» What is required: Report the number of lines in these entries that contain "tridiagonal". Write only the number.

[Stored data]
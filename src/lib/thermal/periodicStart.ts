// the periodic steady state of the DISCRETE θ-scheme, found in the frequency domain without time stepping.
//
// the θ-scheme  M x⁺ = E x + b(d_n, d_{n+1})  is linear and time-invariant. with the driving temperatures
// sampled at the step times of one period P = N·dt, write every sequence as an inverse dft,
// x_n = (1/N) Σ_k X_k z_kⁿ with z_k = e^{2πik/N}; the periodic solution then satisfies, harmonic by harmonic,
//   (z_k M − E) X_k = B_k,   B_k = h(θ z_k + 1 − θ) D_k  (a film)  or  z_k D_k  (a prescribed surface),
// where D_k is the dft of the driving temperature. each harmonic costs one complex tridiagonal solve, and
// x_0 = (1/N) Σ_k X_k is the state at t = 0; real drives need only k = 0 … N/2 (X_{N−k} = conj X_k).
// this is exact for the discrete scheme: stepping from x_0 repeats to round-off (the classical harmonic-balance
// or "frequency-domain periodic steady state" of a linear time-invariant recurrence, e.g. Oppenheim & Schafer,
// Discrete-Time Signal Processing, ch. 8, on the dft of periodic sequences).
// harmonics whose drive is negligible on both sides (1e-13 of the largest) are skipped, so a sine needs two solves;
// drives of constants and sines only have their coefficients written directly, without the transform.
import { drivingTemperature, type BoundarySide } from './boundary.ts';
import { dft } from './fourier.ts';
import type { Mesh } from './mesh.ts';
import { assembleTheta, type ThetaMatrices } from './operator.ts';
import type { CompiledSignal } from './signals.ts';

/** the largest number of samples per period the frequency-domain start uses; beyond it the step is coarsened */
export const MAX_PERIOD_SAMPLES = 1 << 18;

/** what the periodic start did */
export interface PeriodicStartInfo {
  /** P, s */
  period: number;
  /** samples per period N */
  samples: number;
  /** P/N, s: the run's time step when it divides P, else the nearest smaller step that does */
  stepSize: number;
  /** complex tridiagonal solves done (harmonics with a non-negligible drive) */
  solves: number;
}

/** samples per period and the step they imply: the run's step when it divides P (to 1e-9), else the next finer one */
export function periodSampling(period: number, dt: number): { samples: number; stepSize: number } {
  const ratio = period / dt;
  const nearest = Math.round(ratio);
  let samples = nearest >= 1 && Math.abs(ratio - nearest) <= 1e-9 * ratio ? nearest : Math.ceil(ratio);
  samples = Math.max(1, Math.min(samples, MAX_PERIOD_SAMPLES));
  return { samples, stepSize: period / samples };
}

/**
 * the dft of a side's sampled drive written directly when it is made of constants and sines only (the sampled
 * sine a·cos(w(t − p)) with w = 2πm/P has the single coefficient N·a/2·e^{−iwp} at k = m); false when it holds
 * a series or a sine at or above the sampling's nyquist harmonic, which the transform then handles
 */
function analyticDrive(side: BoundarySide, N: number, period: number, re: Float64Array, im: Float64Array): boolean {
  const parts: Array<[CompiledSignal, number]> = [[side.air, 1]];
  if (side.irradiance) parts.push([side.irradiance, side.solarGain]);
  if (side.netLoss) parts.push([side.netLoss, -side.lossGain]);
  for (const [signal] of parts) {
    if (signal.kind === 2) return false;
    if (signal.kind === 1 && 2 * Math.round((period * signal.w) / (2 * Math.PI)) >= N) return false;
  }
  for (const [signal, gain] of parts) {
    if (signal.kind === 0) re[0] += N * gain * signal.a;
    else {
      const m = Math.round((period * signal.w) / (2 * Math.PI));
      re[0] += N * gain * signal.a;
      re[m] += 0.5 * N * gain * signal.b * Math.cos(signal.w * signal.p);
      im[m] -= 0.5 * N * gain * signal.b * Math.sin(signal.w * signal.p);
    }
  }
  return true;
}

/**
 * writes into out the state at t = 0 of the periodic solution of the θ-scheme with step P/N.
 * matrices may be passed when the caller already has them for that step.
 */
export function periodicState(
  mesh: Mesh,
  outside: BoundarySide,
  inside: BoundarySide,
  theta: number,
  period: number,
  dt: number,
  out: Float64Array,
  matrices?: ThetaMatrices,
): PeriodicStartInfo {
  const { samples: N, stepSize } = periodSampling(period, dt);
  const m = matrices ?? assembleTheta(mesh, outside, inside, stepSize, theta);
  const n = mesh.cells + 1;

  const half = Math.floor(N / 2);
  const oRe = new Float64Array(half + 1);
  const oIm = new Float64Array(half + 1);
  const iRe = new Float64Array(half + 1);
  const iIm = new Float64Array(half + 1);
  if (!analyticDrive(outside, N, period, oRe, oIm) || !analyticDrive(inside, N, period, iRe, iIm)) {
    // drives at the step times, both sides in one complex transform (outside real, inside imaginary)
    const zr = new Float64Array(N);
    const zi = new Float64Array(N);
    for (let j = 0; j < N; j++) {
      const t = j * stepSize;
      zr[j] = drivingTemperature(outside, t);
      zi[j] = drivingTemperature(inside, t);
    }
    dft(zr, zi);
    // split: O_k = (Z_k + conj Z_{N−k})/2, I_k = (Z_k − conj Z_{N−k})/(2i)
    for (let k = 0; k <= half; k++) {
      const j = k === 0 ? 0 : N - k;
      oRe[k] = 0.5 * (zr[k] + zr[j]);
      oIm[k] = 0.5 * (zi[k] - zi[j]);
      iRe[k] = 0.5 * (zi[k] + zi[j]);
      iIm[k] = -0.5 * (zr[k] - zr[j]);
    }
  }
  let largest = 0;
  for (let k = 0; k <= half; k++) largest = Math.max(largest, Math.hypot(oRe[k], oIm[k]), Math.hypot(iRe[k], iIm[k]));
  const negligible = 1e-13 * largest;

  const ml = m.implicit.lower;
  const md = m.implicit.diag;
  const mu = m.implicit.upper;
  const el = m.explicit.lower;
  const ed = m.explicit.diag;
  const eu = m.explicit.upper;
  const cpr = new Float64Array(n); // modified upper diagonal c'
  const cpi = new Float64Array(n);
  const dpr = new Float64Array(n); // modified right-hand side d'
  const dpi = new Float64Array(n);
  out.fill(0);
  let solves = 0;
  for (let k = 0; k <= half; k++) {
    if (Math.hypot(oRe[k], oIm[k]) <= negligible && Math.hypot(iRe[k], iIm[k]) <= negligible) continue;
    solves++;
    const angle = (2 * Math.PI * k) / N;
    const c = Math.cos(angle);
    const s = Math.sin(angle);
    // boundary terms B_k for each side
    let b0r: number;
    let b0i: number;
    if (outside.prescribed) {
      b0r = c * oRe[k] - s * oIm[k];
      b0i = c * oIm[k] + s * oRe[k];
    } else {
      const fr = outside.h * (theta * c + 1 - theta);
      const fi = outside.h * theta * s;
      b0r = fr * oRe[k] - fi * oIm[k];
      b0i = fr * oIm[k] + fi * oRe[k];
    }
    let bnr: number;
    let bni: number;
    if (inside.prescribed) {
      bnr = c * iRe[k] - s * iIm[k];
      bni = c * iIm[k] + s * iRe[k];
    } else {
      const fr = inside.h * (theta * c + 1 - theta);
      const fi = inside.h * theta * s;
      bnr = fr * iRe[k] - fi * iIm[k];
      bni = fr * iIm[k] + fi * iRe[k];
    }
    // forward sweep of the complex thomas algorithm on zM − E (complex symmetric with a positive definite
    // real part after scaling, so no pivoting is needed)
    let pcr = 0;
    let pci = 0;
    let pdr = 0;
    let pdi = 0;
    for (let i = 0; i < n; i++) {
      const lr = c * ml[i] - el[i];
      const li = s * ml[i];
      const dr = c * md[i] - ed[i] - (lr * pcr - li * pci);
      const di = s * md[i] - (lr * pci + li * pcr);
      const q = 1 / (dr * dr + di * di);
      const ir = dr * q; // 1/den
      const ii = -di * q;
      const ur = i === n - 1 ? 0 : c * mu[i] - eu[i];
      const ui = i === n - 1 ? 0 : s * mu[i];
      pcr = ur * ir - ui * ii;
      pci = ur * ii + ui * ir;
      let rr = i === 0 ? b0r : 0;
      let ri = i === 0 ? b0i : 0;
      if (i === n - 1) {
        rr += bnr;
        ri += bni;
      }
      rr -= lr * pdr - li * pdi;
      ri -= lr * pdi + li * pdr;
      pdr = rr * ir - ri * ii;
      pdi = rr * ii + ri * ir;
      cpr[i] = pcr;
      cpi[i] = pci;
      dpr[i] = pdr;
      dpi[i] = pdi;
    }
    const weight = k === 0 || 2 * k === N ? 1 : 2;
    let xr = dpr[n - 1];
    let xi = dpi[n - 1];
    out[n - 1] += weight * xr;
    for (let i = n - 2; i >= 0; i--) {
      const nr = dpr[i] - (cpr[i] * xr - cpi[i] * xi);
      const ni = dpi[i] - (cpr[i] * xi + cpi[i] * xr);
      xr = nr;
      xi = ni;
      out[i] += weight * xr;
    }
  }
  for (let i = 0; i < n; i++) out[i] /= N;
  return { period, samples: N, stepSize, solves };
}

/**
 * the correction for a period whose stepping is not time-invariant (restart sub-steps after jumps inside it).
 * with Φ the one-period map of the actual stepping, the periodic state is x* = x0 + (I − Φ)⁻¹ (x1 − x0), where x1
 * is x0 stepped through one period. (I − Φ)⁻¹ is taken from the time-invariant scheme, which differs from the
 * actual one only in the few sub-stepped steps: the periodic response to a kick r added once per period,
 * δ = x_1 of  M x_{n+1} = E x_n + [n ≡ 0] M r,  i.e. δ = (1/N) Σ_k z_k X_k with (z_k M − E) X_k = M r.
 * writes δ into out.
 */
export function periodicKick(matrices: ThetaMatrices, samples: number, r: Float64Array, out: Float64Array): number {
  const N = samples;
  const n = r.length;
  const ml = matrices.implicit.lower;
  const md = matrices.implicit.diag;
  const mu = matrices.implicit.upper;
  const el = matrices.explicit.lower;
  const ed = matrices.explicit.diag;
  const eu = matrices.explicit.upper;
  const rhs = new Float64Array(n); // M r
  for (let i = 0; i < n; i++) {
    rhs[i] = md[i] * r[i] + (i > 0 ? ml[i] * r[i - 1] : 0) + (i < n - 1 ? mu[i] * r[i + 1] : 0);
  }
  const cpr = new Float64Array(n);
  const cpi = new Float64Array(n);
  const dpr = new Float64Array(n);
  const dpi = new Float64Array(n);
  out.fill(0);
  const half = Math.floor(N / 2);
  for (let k = 0; k <= half; k++) {
    const angle = (2 * Math.PI * k) / N;
    const c = Math.cos(angle);
    const s = Math.sin(angle);
    let pcr = 0;
    let pci = 0;
    let pdr = 0;
    let pdi = 0;
    for (let i = 0; i < n; i++) {
      const lr = c * ml[i] - el[i];
      const li = s * ml[i];
      const dr = c * md[i] - ed[i] - (lr * pcr - li * pci);
      const di = s * md[i] - (lr * pci + li * pcr);
      const q = 1 / (dr * dr + di * di);
      const ir = dr * q;
      const ii = -di * q;
      const ur = i === n - 1 ? 0 : c * mu[i] - eu[i];
      const ui = i === n - 1 ? 0 : s * mu[i];
      pcr = ur * ir - ui * ii;
      pci = ur * ii + ui * ir;
      const rr = rhs[i] - (lr * pdr - li * pdi);
      const ri = -(lr * pdi + li * pdr);
      pdr = rr * ir - ri * ii;
      pdi = rr * ii + ri * ir;
      cpr[i] = pcr;
      cpi[i] = pci;
      dpr[i] = pdr;
      dpi[i] = pdi;
    }
    const weight = k === 0 || 2 * k === N ? 1 : 2;
    let xr = dpr[n - 1];
    let xi = dpi[n - 1];
    out[n - 1] += weight * (c * xr - s * xi);
    for (let i = n - 2; i >= 0; i--) {
      const nr = dpr[i] - (cpr[i] * xr - cpi[i] * xi);
      const ni = dpi[i] - (cpr[i] * xi + cpi[i] * xr);
      xr = nr;
      xi = ni;
      out[i] += weight * (c * xr - s * xi);
    }
  }
  for (let i = 0; i < n; i++) out[i] /= N;
  return half + 1;
}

» Written solution: 2